Ослепительно блещущие шары с треском врезались в стволы вековых дубов, в мгновение ока переламывая напополам молоденькие берёзки и серебристыми всполохами осыпаясь по зеленеющей даже в эту осеннюю пору хвое елок и сосен.
— Какого лешего!
Леший, выглянувший было из-под коряги — поглядеть, что же это за раззор творится в подведомственном лесу, а может, и навести порядок при случае, — ловко увернулся от летевшего прямо на него сгустка холодного огня и с воплем "Матушки, ну чисто ведь смертоубийство!" забился обратно к себе в нору.
— Не-е, щас я вам всё тут переломаю к ядрене фене! И егерей ваших с лесничими в гробу видала: до конца недели я все еще считаюсь фавориткой Великого Князя, и пусть хоть один из этих сукиных сынов посмеет мне хоть слово сказать!

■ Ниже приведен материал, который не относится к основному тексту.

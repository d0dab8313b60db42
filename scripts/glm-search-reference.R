# Builds test/reference/glm/glm-search-reference.json: every subset of a
# small pool fitted by R's glm (stats; MASS::gamma.shape for the gamma's
# maximum-likelihood shape), with the log-likelihood, k, AIC, BIC and the
# coefficients of each, for the tests of generalised-linear searches
# (test/core/search/glm-search-reference.test.ts). Run from the repository root:
#   Rscript scripts/glm-search-reference.R
# CI does not have R: the tests read the committed JSON, which names the
# versions that made it.
#
# Conventions followed (the service's, src/core/models/glm/conventions.ts):
# full log-likelihoods (R's logLik includes ln C(m, y) and -ln y!); the gamma
# scored at its maximum-likelihood shape, counted in k; IRLS to a tolerance
# far tighter than R's default, then polished by restarts (as
# scripts/glm-reference.R does), so the reference is the maximum itself.
#
# Data: simulated here from a fixed seed, in the demo's ceramic-tile scenario
# (invented): defects per pallet of tiles (Poisson, log of tiles inspected as
# offset), cracked tiles out of those tested per firing batch (binomial with
# trials), and the breaking strength of single tiles (gamma, log link).
suppressPackageStartupMessages(library(MASS))
CONTROL <- glm.control(epsilon = 1e-14, maxit = 100)
# glm.fit takes at least one step from `start`, so each restart is a further Fisher-scoring step.
polished_glm <- function(f, family, data) {
  fit <- glm(f, family = family, data = data, control = CONTROL)
  for (i in 1:20) fit <- glm(f, family = family, data = data, control = CONTROL, start = coef(fit))
  fit
}

num <- function(v) if (is.na(v)) "null" else sprintf("%.17g", v)
arr <- function(x) paste0("[", paste(vapply(as.numeric(x), num, ""), collapse = ", "), "]")
strs <- function(x) paste0("[", paste0("\"", x, "\"", collapse = ", "), "]")
column <- function(x) if (is.numeric(x)) arr(x) else strs(as.character(x))
obj <- function(items) paste0("{", paste(q(names(items)), items, sep = ": ", collapse = ", "), "}")
q <- function(s) paste0("\"", s, "\"")

# Levels in code-point order, as the service codes factors.
codepoint_factor <- function(x) factor(x, levels = sort(unique(x), method = "radix"))

# pool: R formula pieces, in pool order; the service's terms are in the test.
every_subset <- function(name, data, response_lhs, pool, family, link, scored_k_extra, loglik, offset = NULL, trials = NULL) {
  m <- length(pool)
  rows <- character(0)
  for (mask in 0:(2^m - 1)) {
    held <- which(bitwAnd(mask, 2^(0:(m - 1))) > 0)
    rhs <- if (length(held) == 0) "1" else paste(pool[held], collapse = " + ")
    if (!is.null(offset)) rhs <- paste0(rhs, " + offset(", offset, ")")
    f <- as.formula(paste(response_lhs, "~", rhs))
    fit <- polished_glm(f, family, data)
    ll <- loglik(fit)
    k <- fit$rank + scored_k_extra
    n <- nrow(data)
    rows <- c(rows, obj(list(
      pool = paste0("[", paste(held - 1, collapse = ", "), "]"),
      logLikelihood = num(ll), parameters = num(k),
      aic = num(-2 * ll + 2 * k), bic = num(-2 * ll + log(n) * k),
      aicc = num(-2 * ll + 2 * k + 2 * k * (k + 1) / (n - k - 1)),
      deviance = num(fit$deviance), coefficients = arr(coef(fit))
    )))
  }
  cols <- vapply(names(data), function(c) paste0(q(c), ": ", column(data[[c]])), "")
  paste0(q(name), ": {\n",
    "\"family\": ", q(family$family), ", \"link\": ", q(link), ",\n",
    "\"offset\": ", if (is.null(offset)) "null" else q(offset), ", \"trials\": ", if (is.null(trials)) "null" else q(trials), ",\n",
    "\"columns\": {", paste(cols, collapse = ",\n"), "},\n",
    "\"subsets\": [\n", paste(rows, collapse = ",\n"), "\n]}")
}

set.seed(20261202)

# Defects found per pallet, by firing conditions; tiles inspected per pallet as exposure.
n <- 60
pallets <- data.frame(
  peakTemp = round(runif(n, 1150, 1250)),
  holdMinutes = round(runif(n, 20, 60)),
  moisture = round(runif(n, 4, 8), 1),
  glazeMicrons = round(runif(n, 200, 400)),
  kiln = sample(c("east", "west"), n, replace = TRUE),
  tiles = sample(200:600, n, replace = TRUE)
)
pallets$logTiles <- log(pallets$tiles)
eta <- pallets$logTiles - 4 + 0.012 * (pallets$peakTemp - 1200) + 0.25 * (pallets$moisture - 6) + 0.3 * (pallets$kiln == "west")
pallets$defects <- rpois(n, exp(eta))
pallets_fit <- pallets
pallets_fit$kiln <- codepoint_factor(pallets$kiln)
poisson_ll <- function(fit) as.numeric(logLik(fit))
defects <- every_subset("defects", pallets_fit, "defects", c("peakTemp", "holdMinutes", "moisture", "glazeMicrons", "kiln"),
  poisson(link = "log"), "log", 0, poisson_ll, offset = "logTiles")
defects <- sub("\"kiln\": \\[[^]]*\\]", paste0("\"kiln\": ", strs(pallets$kiln)), defects)

# Cracked tiles out of those tested, per firing batch.
n <- 40
batches <- data.frame(
  peakTemp = round(runif(n, 1150, 1250)),
  moisture = round(runif(n, 4, 8), 1),
  holdMinutes = round(runif(n, 20, 60)),
  glazeMicrons = round(runif(n, 200, 400)),
  tested = sample(20:50, n, replace = TRUE)
)
p <- plogis(-1.5 + 0.03 * (batches$peakTemp - 1200) - 0.4 * (batches$moisture - 6))
batches$cracked <- rbinom(n, batches$tested, p)
cracks <- every_subset("cracks", batches, "cbind(cracked, tested - cracked)", c("peakTemp", "moisture", "holdMinutes", "glazeMicrons"),
  binomial(link = "logit"), "logit", 0, function(fit) as.numeric(logLik(fit)), trials = "tested")

# Breaking strength of single tiles (N/mm²), gamma with a log link; the shape by maximum likelihood (MASS::gamma.shape), counted in k.
n <- 50
tiles <- data.frame(
  peakTemp = round(runif(n, 1150, 1250)),
  moisture = round(runif(n, 4, 8), 1),
  holdMinutes = round(runif(n, 20, 60))
)
mu <- exp(3.5 + 0.004 * (tiles$peakTemp - 1200) - 0.05 * (tiles$moisture - 6))
tiles$strength <- round(rgamma(n, shape = 8, rate = 8 / mu), 3)
gamma_ll <- function(fit) {
  shape <- MASS::gamma.shape(fit, it.lim = 100, eps.max = 1e-12)$alpha
  sum(dgamma(tiles$strength, shape = shape, rate = shape / fitted(fit), log = TRUE))
}
strength <- every_subset("strength", tiles, "strength", c("peakTemp", "moisture", "holdMinutes"),
  Gamma(link = "log"), "log", 1, gamma_ll)

out <- paste0("{\n\"source\": ", q(paste0(R.version.string, "; MASS ", packageVersion("MASS"), "; scripts/glm-search-reference.R")), ",\n",
  defects, ",\n", cracks, ",\n", strength, "\n}\n")
writeLines(out, "test/reference/glm/glm-search-reference.json")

Гнев леди д'Эрве был страшен и неистов. Конечно, какой-нибудь мизантроп и женоненавистник назвал бы это скорее бабской истерикой, но произнести такое вслух рискнул бы только издали и шёпотом: если жечь княжеский лес Энцилия все-таки воздержалась, пожалев его красоту и ограничившись холодным огнем, прозводившим сравнительно мелкие разрушения, то по какому-нибудь злопыхателю из числа двуногих она вполне могла бы сейчас шандарахнуть и самым что ни на есть горячим файерболом. Чтобы служба мёдом не казалась, типа.
— Уй-юий!
"Прекрасно, вот и одной просекой больше в лесу стало! Сейчас я вам всем покажу, что такое настоящая высокая магия и на что она способна. А в храме вы меня в следующий раз увидите, когда отпевать будете — и не раньше!"
…..
Когда Энцилия ощутила внезапное прикосновение мужских рук, властных и одновременно предельно деликатных….
Да, именно оно — это прикосновение десяти унизанных перстнями тонких пальцев к ее обнаженным предплечьям — смогло совершить то, чего так и не добился перед этим зычный, твердый и повелевающий голос, уже некоторое время зудевший в ушах волшебницы: Энси пришла в себя и снова обрела равновесие. Нет, не пресловутое Великое Равновесие мироздания, с двух боков подпираемое жрецами и магами, но всего лишь свое собственное, маленькое и простенькое равновесие существа, предпочитающего стоять на двух ногах, сохраняя руки свободными для более возвышенных дел — вместо того, чтобы, подобно бессловесным и четырехлапым братьям нашим меньшим, цепляться ими за землю, дабы не упасть.